I got a great episode for you with Brenton Thomas, founder of Twibi, a digital marketing agency. Brenton, there’s a lot of stuff going on in digital marketing. I will not pretend to be able to keep up with it all. Give me a quick overview of what you guys do, and then we'll dig into questions restaurant folks might have.

Digital Marketing Overview

We're a digital marketing agency, as you just mentioned, and we highly focus on e-commerce brands, restaurants, and selling food and beverage products. I've seen really good results, and we'll put our client's products on Google ads and Facebook ads, which includes Instagram. We do LinkedIn ads, but not as much that doesn't work as well for restaurants, food and beverage, and email marketing. We all still have a little bit of SEO as well. That's our core offer.

I was going to ask you what you thought about channels because in restaurants, there's Facebook, there's Instagram, there's the big ones that I think maybe Twitter is fading in different directions for restaurants but then TikTok and LinkedIn are taken off in a different direction. Probably not from a B2B standpoint.

Let's talk about that for a little bit. Channel recommendations. If a restaurant had limited time, what one, two, or three channels, should they pay attention to? Where should they put their money, their budget? What do you think?

Channel Recommendations

I would say, we are working with a restaurant right now in Napa Valley and they have a winery attached to the restaurant. For all of our clients, we always start with Google and Facebook ads, they send me the best results. I think with Twitter, the algorithm isn't as smart. Also, TikTok doesn't produce the same results. It's cheap and you can get a lot of impressions, but a lot of those impressions don't turn into paying customers.

For most of our clients, the main goal is revenue generation and return on ad spend. We try to stay away from TikTok and Twitter. We’ll split a test between Google and Facebook ads and we'll split the budget evenly. Then we'll give them both a month to run in the very beginning. Then we'll start to move the budget across the two channels, depending on the performance.

Facebook Advertising

Let's go to Facebook for a second. We don't do too much there, but whenever I try to post an ad or do a boost, it's Instagram this and Messenger that, click a box, don't click a box. That's very confusing. You guys probably do this all day. Do you go across all their channels? Do you pick and choose? Do you, how do you get into radiuses? Let's dig more into Facebook's world.

We'll go across all the channels. Messenger, audience network. It's display ads basically on third-party websites. Facebook has a network of websites. Your ad can go onto. We'll do Facebook, Instagram, all of it but the main important part is you set up what's called conversion tracking. You feed information into Facebook to let it know that an event that you care about has taken place.

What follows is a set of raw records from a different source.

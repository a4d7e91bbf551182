// Fuzz target for the monitor's HTTP request handling without sockets: the
// bytes of one request go through Beast's request parser with the limits
// http_session.cpp sets (8 KiB header, 64 KiB body), then the target through
// split_target (path and %-decoded query), the run id and the query parsers
// of /runs and /runs/{id}/frames, and the Authorization header through the
// access check. Every input must end in a parsed request or a Beast error;
// an exception escaping, a crash or a sanitizer report is a bug.
#include <cstdint>
#include <string>

#include <boost/beast/core/flat_buffer.hpp>
#include <boost/beast/http.hpp>

#include "daemon/monitor/access.hpp"
#include "daemon/monitor/api_runs.hpp"
#include "daemon/monitor/reply.hpp"

namespace http = boost::beast::http;
using namespace tensile::monitor;

extern "C" int LLVMFuzzerTestOneInput(const std::uint8_t* data, std::size_t size) {
    http::request_parser<http::string_body> parser;
    parser.header_limit(8 * 1024);
    parser.body_limit(64 * 1024);
    parser.eager(true);
    // As async_read does: feed what is left until done, an error, or the
    // parser wants more than there is; then the end of the stream.
    boost::beast::error_code ec;
    std::size_t used = 0;
    while (!parser.is_done() && used < size) {
        const auto n = parser.put(boost::asio::buffer(data + used, size - used), ec);
        used += n;
        if (ec == http::error::need_more) ec = {};
        if (ec || n == 0) break;
    }
    // Beast asserts that an end of stream follows some bytes; its own read
    // loop only calls put_eof then (an empty input found this in the harness).
    if (!ec && !parser.is_done() && parser.got_some()) parser.put_eof(ec);
    if (ec || !parser.is_header_done()) return 0;

    const auto& req = parser.get();
    ApiRequest r;
    r.method = std::string(req.method_string());
    split_target(std::string(req.target()), r.path, r.query);
    r.authorization = std::string(req[http::field::authorization]);
    if (parser.is_done()) r.body = req.body();

    (void)parse_run_filter(r.query);
    (void)parse_frames_query(r.query);
    std::size_t at = 0;
    while (at <= r.path.size()) {  // every path segment as a run id
        auto end = r.path.find('/', at);
        if (end == std::string::npos) end = r.path.size();
        (void)parse_run_id(r.path.substr(at, end - at));
        at = end + 1;
    }
    static const Access a = Access::with_token(true, "fuzz-token-0123456789abcdef");
    (void)a.check(r.authorization, true);
    (void)a.check(r.authorization, false);
    if (auto token = r.query.find("token"); token != r.query.end()) (void)a.check_token(token->second, false);
    if (!r.body.empty()) (void)parse_command_body(r.body);
    return 0;
}
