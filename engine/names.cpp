// Names of engine enums as they appear in JSON, the database and logs, and the
// small lookups on Results. Changing a name here changes stored data: don't.
#include <cmath>

#include "event.hpp"
#include "profile.hpp"
#include "results.hpp"

namespace tensile {

const char* name_of(RatePhase phase) {
    switch (phase) {
        case RatePhase::elastic: return "elastic";
        case RatePhase::yielding: return "yielding";
        case RatePhase::plastic: return "plastic";
    }
    return "?";
}

const char* name_of(EventKind kind) {
    switch (kind) {
        case EventKind::modulus: return "modulus";
        case EventKind::proof_strength: return "proof_strength";
        case EventKind::total_extension_strength: return "total_extension_strength";
        case EventKind::upper_yield: return "upper_yield";
        case EventKind::lower_yield: return "lower_yield";
        case EventKind::yield_end: return "yield_end";
        case EventKind::max_force: return "max_force";
        case EventKind::break_onset: return "break_onset";
        case EventKind::fracture: return "fracture";
        case EventKind::extensometer_lost: return "extensometer_lost";
        case EventKind::rate_out_of_range: return "rate_out_of_range";
        case EventKind::rate_in_range: return "rate_in_range";
    }
    return "?";
}

const char* name_of(StrainSource source) {
    return source == StrainSource::extensometer ? "extensometer" : "crosshead";
}

namespace {
std::optional<double> find(const std::vector<OffsetValue>& values, double offset_pct) {
    for (const auto& v : values)
        if (std::abs(v.offset_pct - offset_pct) < 1e-9) return v.MPa;
    return std::nullopt;
}
}  // namespace

std::optional<double> Results::proof(double offset_pct) const { return find(Rp, offset_pct); }
std::optional<double> Results::total(double extension_pct) const { return find(Rt, extension_pct); }

}  // namespace tensile
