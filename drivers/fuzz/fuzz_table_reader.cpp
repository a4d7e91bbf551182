// Fuzz target for the CSV reader of `tensilectl analyze`
// (daemon/offline/table_reader): each input is read as a table with the
// header-driven layout, as a table without a time column at a known rate,
// with a specimen (stress and strain may stand in for force and extension),
// and through the pipelined reader the command uses (two threads, bounded
// queue). The first line is also tried as a --columns spec. Every input must
// end in frames or one message; the two readers must agree on the outcome
// and the frame count. An exception escaping, a crash or a sanitizer report
// is a bug.
#include <cstdint>
#include <string_view>

#include "daemon/offline/pipelined_scan.hpp"
#include "daemon/offline/table_reader.hpp"

namespace {

struct CountingSink : tensile::FrameSink {
    std::size_t frames = 0;
    void take(const tensile::Frame&) override { ++frames; }
};

}  // namespace

extern "C" int LLVMFuzzerTestOneInput(const std::uint8_t* data, std::size_t size) {
    const std::string_view text(reinterpret_cast<const char*>(data), size);
    const auto whole = tensile::read_table(text);
    if (!whole && whole.error().empty()) __builtin_trap();

    CountingSink sink;
    const auto piped = tensile::scan_table_pipelined(text, {}, sink);
    if (static_cast<bool>(whole) != static_cast<bool>(piped)) __builtin_trap();
    if (whole && (whole->frames.size() != piped->frames || sink.frames != piped->frames)) __builtin_trap();
    if (!whole && whole.error() != piped.error()) __builtin_trap();

    tensile::TableLayout by_rate;
    by_rate.rate_hz = 1000;
    (void)tensile::read_table(text, by_rate);

    // With the specimen known, stress and strain columns stand in for force
    // and extension (the other path through the reader).
    tensile::TableLayout specimen;
    specimen.area_mm2 = 80;
    specimen.gauge_length_mm = 50;
    (void)tensile::read_table(text, specimen);

    const auto first_line = text.substr(0, text.find('\n'));
    if (auto spec = tensile::parse_column_spec(first_line)) (void)tensile::read_table(text.substr(first_line.size()), *spec);
    (void)tensile::estimate_rows(text);
    return 0;
}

Then you can feed it back into Facebook and say, “Find me more of these events now that you understand that this event took place that I care about.”

By event, do you mean a click and action? How would you specify that a little bit more?

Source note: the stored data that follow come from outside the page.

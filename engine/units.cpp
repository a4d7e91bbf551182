// Unit names and factors; see units.hpp. Factors are exact where NIST SP 811
// defines them exactly (lbf, in, kgf); ksi and psi use SP 811's printed values.
#include "units.hpp"

namespace tensile {

namespace {
constexpr double newtons_per_lbf = 4.4482216152605;   // NIST SP 811, exact
constexpr double newtons_per_kgf = 9.80665;           // NIST SP 811, exact
constexpr double millimetres_per_inch = 25.4;         // NIST SP 811, exact
constexpr double megapascal_per_ksi = 6.894757;       // NIST SP 811
}  // namespace

std::optional<ForceUnit> parse_force_unit(std::string_view n) {
    if (n == "N") return ForceUnit::newton;
    if (n == "kN") return ForceUnit::kilonewton;
    if (n == "lbf") return ForceUnit::pound_force;
    if (n == "kgf") return ForceUnit::kilogram_force;
    return std::nullopt;
}

std::optional<LengthUnit> parse_length_unit(std::string_view n) {
    if (n == "mm") return LengthUnit::millimetre;
    if (n == "um" || n == "µm") return LengthUnit::micrometre;
    if (n == "in") return LengthUnit::inch;
    return std::nullopt;
}

std::optional<StressUnit> parse_stress_unit(std::string_view n) {
    if (n == "MPa") return StressUnit::megapascal;
    if (n == "ksi") return StressUnit::ksi;
    if (n == "psi") return StressUnit::psi;
    return std::nullopt;
}

std::string_view name_of(ForceUnit u) {
    switch (u) {
        case ForceUnit::newton: return "N";
        case ForceUnit::kilonewton: return "kN";
        case ForceUnit::pound_force: return "lbf";
        case ForceUnit::kilogram_force: return "kgf";
    }
    return "?";
}

std::string_view name_of(LengthUnit u) {
    switch (u) {
        case LengthUnit::millimetre: return "mm";
        case LengthUnit::micrometre: return "um";
        case LengthUnit::inch: return "in";
    }
    return "?";
}

std::string_view name_of(StressUnit u) {
    switch (u) {
        case StressUnit::megapascal: return "MPa";
        case StressUnit::ksi: return "ksi";
        case StressUnit::psi: return "psi";
    }
    return "?";
}

double newtons_per(ForceUnit u) {
    switch (u) {
        case ForceUnit::newton: return 1.0;
        case ForceUnit::kilonewton: return 1000.0;
        case ForceUnit::pound_force: return newtons_per_lbf;
        case ForceUnit::kilogram_force: return newtons_per_kgf;
    }
    return 1.0;
}

double millimetres_per(LengthUnit u) {
    switch (u) {
        case LengthUnit::millimetre: return 1.0;
        case LengthUnit::micrometre: return 1e-3;
        case LengthUnit::inch: return millimetres_per_inch;
    }
    return 1.0;
}

double per_megapascal(StressUnit u) {
    switch (u) {
        case StressUnit::megapascal: return 1.0;
        case StressUnit::ksi: return 1.0 / megapascal_per_ksi;
        case StressUnit::psi: return 1000.0 / megapascal_per_ksi;
    }
    return 1.0;
}

}  // namespace tensile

It tends to be lower in the funnel, like a purchase took place. You just feed it into Facebook and you let it know multiple purchases have taken place, and then Facebook will record that information. Then you can say, now optimize towards that. Give me more of those purchases. It could be an email collection. It could be basically anything you care about. It could be at the carts. It could be checkouts, whatever you want. Someone made it into your location, et cetera.

Let me go back inside that met universal Facebook, they have so much so many different tools. Do you find that one thing produces a little bit better than others or do you just just throw it into their world and let it run? Instagram versus the messenger feed versus the Facebook mobile versus Facebook desktop? Do you get granular like that? What what do you think?

It depends on your business. There are quite a few nuances across each type of business, but I would say instinctively, without any data in front of me, I would suggest that Facebook probably performs better. I just think the way that the content is presented on Instagram is less action-oriented. Most of the time, people are looking for funny videos or inspiration. It's a different demographic. Facebook as well. I think they might be more action-oriented with money as well to buy something.

Google Ads Strategy

Agreed. I think different platforms do a better job and so forth of presenting the ads and making it look like an experience that you want to take, take action on. Let's go over to the big Google folks for a second. You said Google ads. That can mean a whole bunch of things as well because Google is a giant and they do what they do. If we were to take the time machine back fifteen years, it would be all about those little blue ads on the side or the top and that's not really where it's at anymore. Is it more in the maps? Is it in the search? Where can a restaurant make the most impact in Google's space?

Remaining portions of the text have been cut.